---------- Records shown ----------

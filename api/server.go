package api

import (
	"context"
	"log/slog"
	"net/http"
	"time"

	"github.com/labstack/echo/v4"
	"github.com/labstack/echo/v4/middleware"

	"ridgehop/internal/assess"
	"ridgehop/internal/screening/sites"
	"ridgehop/internal/store"
	"ridgehop/internal/telemetry"
)

// Assessor judges links.
type Assessor interface {
	// Assess judges one link. Its errors are those of assess.Service.
	Assess(ctx context.Context, request assess.Request) (*assess.Assessment, error)
	// Stale says why an assessment would rest on other data if it were made now;
	// empty if it would not. The error is what kept that from being told.
	Stale(ctx context.Context, a *assess.Assessment) ([]string, error)
}

// Keeper keeps assessments.
type Keeper interface {
	// KeepAssessment keeps an assessment unless its id is kept already, and
	// returns the answer that is kept; store.ErrUnavailable if it cannot.
	KeepAssessment(ctx context.Context, a store.Assessment) ([]byte, error)
	// Assessment reads one back; store.ErrNotFound if it is not there.
	Assessment(ctx context.Context, id string) (store.Assessment, error)
}

// Lister lists the rasters.
type Lister interface {
	// Rasters lists every raster found, usable or not.
	Rasters(ctx context.Context) ([]assess.Raster, error)
}

// Elevation knows the terrain itself.
type Elevation interface {
	// Heights says how high a place lies: lon from -180 to 180 and lat from -90 to
	// 90 degrees, WGS 84. Its errors are those of assess.Service where the terrain
	// cannot be read.
	Heights(ctx context.Context, lon, lat float64) (assess.Spot, error)
	// Coverage says what part of the earth each source has rasters for.
	Coverage(ctx context.Context) ([]assess.Coverage, error)
	// Reload loads the rasters anew; whoever is under way goes on with those that
	// he began with. If they cannot be loaded those in use stay, and the error says
	// so and why, for people and without folders.
	Reload(ctx context.Context) (assess.RasterChanges, error)
	// Usable is the number of rasters that answers may rest on.
	Usable() int
}

// Dependencies are what the handlers work with. All are needed, and all are
// safe for concurrent use.
type Dependencies struct {
	Assessor  Assessor
	Keeper    Keeper
	Lister    Lister
	Elevation Elevation
	Antennas  Register[assess.Antenna]
	Radios    Register[assess.Radio]
	Sites     *sites.Register
	Health    *telemetry.Health
	Metrics   *telemetry.Metrics
	Log       *slog.Logger
	// MostAtOnce bounds the requests under way; more are refused.
	MostAtOnce int
}

// requestTime bounds the work on one request.
const requestTime = 30 * time.Second

// handlers implements the interface that the contract generates.
type handlers struct {
	Dependencies
}

// NewHandler builds the whole HTTP service.
func NewHandler(contract *Contract, d Dependencies) (http.Handler, error) {
	page, err := contract.page()
	if err != nil {
		return nil, err
	}
	e := echo.New()
	e.HideBanner = true
	e.IPExtractor = echo.ExtractIPDirect()
	e.Binder = binder{contract}
	e.HTTPErrorHandler = answerProblem(d.Log)
	e.Use(identified, watched(d.Log, d.Metrics), recovered(d.Log), limited(d.MostAtOnce, d.Metrics), timed, hardened)
	e.Use(middleware.BodyLimitWithConfig(middleware.BodyLimitConfig{
		Limit: bodyLimit, Skipper: func(c echo.Context) bool { return takesList(c.Path()) },
	}))
	RegisterHandlersWithOptions(e, NewStrictHandler(&handlers{d}, nil), RegisterHandlersOptions{OperationMiddlewares: importRoutes()})
	e.GET("/metrics", echo.WrapHandler(d.Metrics.Handler()))
	e.GET("/openapi.yaml", func(c echo.Context) error { return c.Blob(http.StatusOK, "application/yaml", contractYAML) })
	e.GET("/docs", func(c echo.Context) error { return c.HTMLBlob(http.StatusOK, page) })
	e.GET("/", func(c echo.Context) error { return c.Redirect(http.StatusFound, "/docs") })
	return e, nil
}
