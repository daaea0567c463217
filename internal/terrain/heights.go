package terrain

import (
	"context"
	"math"

	"github.com/paulmach/orb"

	"ridgehop/internal/geodesy"
	"ridgehop/profile"
)

// spotM is the length of the path whose first sample stands for a place.
const spotM = 2.0

// Heights reads every raster at one place, and says what a path makes of them
// there. The errors are those of Sample.
func (t *Terrain) Heights(ctx context.Context, lon, lat float64) (profile.Spot, error) {
	out := profile.Spot{Lon: lon, Lat: lat, CoverM: math.NaN()}
	azimuth := 0.0
	if lat > 0 { // away from the pole
		azimuth = 180
	}
	a := orb.Point{lon, lat}
	path := profile.Path{A: a, B: geodesy.Direct(a, azimuth, spotM), Located: true, LengthM: spotM, AzimuthADeg: azimuth}
	var p profile.Profile
	if err := t.Sample(ctx, path, profile.Sampling{SpacingM: spotM / 2}, &p); err != nil {
		return out, err
	}
	out.GroundM, out.VerticalDatum = p.GroundM[0], p.VerticalDatum
	out.DatumDoubts, out.Unreachable = p.DatumDoubts, p.Unreachable
	if i := p.SourceIndex[0]; i >= 0 {
		out.Ground = &p.Sources[i]
	}
	if len(p.CoverM) > 0 {
		out.CoverM = p.CoverM[0]
		if i := p.CoverIndex[0]; i >= 0 {
			out.Cover = &p.Sources[i]
		}
	}
	var err error
	out.Heights, err = t.each(ctx, path)
	return out, err
}

// each reads every raster under the start of a path by itself.
func (t *Terrain) each(ctx context.Context, path profile.Path) ([]profile.SpotHeight, error) {
	var p profile.Profile
	s := sampler{ctx: ctx, terrain: t, line: geodesy.LineFrom(path.A, path.AzimuthADeg, path.LengthM), into: &p, scratch: new(scratch)}
	if err := s.cross(nil); err != nil {
		return nil, err
	}
	var out []profile.SpotHeight
	say := func(e *entry, heightM float64) error {
		version, err := e.version()
		if err != nil {
			return &profile.UnreadableError{Raster: e.Name, Err: err}
		}
		out = append(out, profile.SpotHeight{Source: e.asSource(version, 0), HeightM: heightM})
		return nil
	}
	for l := range layerCount {
		levels := s.levels(l)
		for i := range levels {
			u, v := levels[i].track[0].at(0)
			h, tile, err := levels[i].cur.height(u, v)
			if err == nil && tile >= 0 {
				err = say(levels[i].mosaic.tiles[tile].entry, h)
			}
			if err != nil {
				return nil, err
			}
		}
	}
	for _, print := range t.prints {
		if h, _, ok := print.outlines.At(path.A.Lon(), path.A.Lat()); ok {
			if err := say(print.entry, h); err != nil {
				return nil, err
			}
		}
	}
	return out, nil
}
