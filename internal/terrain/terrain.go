package terrain

import (
	"context"
	"slices"
	"strings"
	"sync"

	"ridgehop/internal/raster"
	"ridgehop/internal/terrain/blockstore"
	"ridgehop/internal/terrain/catalogue"
	"ridgehop/profile"
)

// Options bound what a Terrain takes. Zero values mean the defaults.
type Options struct {
	// CacheBytes bounds the decoded heights kept in memory; default 512 MiB.
	CacheBytes uint64
	// OpenRasters bounds the files held open at once; default 64.
	OpenRasters int
	// Catalogue is the operator's; nil if there are only folders.
	Catalogue *catalogue.Catalogue
	// Blocks keeps what was read of remote rasters on disk; nil keeps nothing.
	Blocks *blockstore.Store
	// Index is what is known of files from an earlier run, and Previous is a
	// terrain whose knowledge of files is taken over. Both may be nil.
	Index    Index
	Previous *Terrain
}

func (o Options) withDefaults() Options {
	if o.CacheBytes == 0 {
		o.CacheBytes = 512 << 20
	}
	if o.OpenRasters == 0 {
		o.OpenRasters = 64
	}
	return o
}

// Terrain is a collection of rasters. Load makes one; Close frees it.
type Terrain struct {
	gdal    *raster.GDAL
	sources []*source
	entries []*entry // everything found, usable or not
	byName  map[string]*entry
	mosaics []*mosaic
	prints  []outlined
	datums  datums
	handles *handles
	chunks  *chunks
	scratch sync.Pool

	mu      sync.Mutex             // guards systems
	systems map[string]*projectors // by the CRS's WKT
}

// Rasters lists every file found, by name: usable ones, and unusable ones with
// the reason; of those by degrees of the earth, the ones that were needed so far.
// The first call reads each usable file whole, for its version, and
// stops when ctx ends.
func (t *Terrain) Rasters(ctx context.Context) ([]profile.Raster, error) {
	entries := slices.Clone(t.entries)
	for _, s := range t.sources {
		if s.tiles != nil {
			entries = append(entries, s.tiles.known()...)
		}
	}
	out := make([]profile.Raster, 0, len(entries))
	for _, e := range entries {
		if err := ctx.Err(); err != nil {
			return nil, err
		}
		r := e.Raster
		if r.Problem == "" {
			var err error
			if r.Version, err = e.version(); err != nil {
				r.Problem = "cannot be read any more"
			}
		}
		out = append(out, r)
	}
	slices.SortStableFunc(out, func(a, b profile.Raster) int { return strings.Compare(a.Name, b.Name) })
	return out, nil
}

// Usable counts the rasters that answers may rest on, and the sources by degrees
// of the earth, whose rasters are not counted before they are needed.
func (t *Terrain) Usable() int {
	n := len(t.byName)
	for _, s := range t.sources {
		if s.tiles != nil {
			n++
		}
	}
	return n
}

// Close closes the open files. No Sample may be running.
func (t *Terrain) Close() {
	t.handles.close()
	for _, system := range t.systems {
		system.close()
	}
	t.chunks.cache.StopAllGoroutines()
}

// lay puts rasters together into mosaics, finest first, by name where equal.
func (t *Terrain) lay(entries []*entry) []*mosaic {
	sorted := slices.Clone(entries)
	slices.SortFunc(sorted, func(a, b *entry) int { return strings.Compare(a.Name, b.Name) })
	var mosaics []*mosaic
	for _, e := range sorted {
		if !slices.ContainsFunc(mosaics, func(m *mosaic) bool { return m.accept(e) }) {
			mosaics = append(mosaics, newMosaic(e, t.system(e.info.CRS)))
		}
	}
	return mosaics
}

// system is the projectors of a CRS.
func (t *Terrain) system(crs raster.CRS) *projectors {
	t.mu.Lock()
	defer t.mu.Unlock()
	if t.systems[crs.WKT] == nil {
		t.systems[crs.WKT] = &projectors{gdal: t.gdal}
	}
	return t.systems[crs.WKT]
}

----------

### [Your assignment]
On how many lines of the records above does the word "entries" appear? Answer with only that number.

### [Response area]
7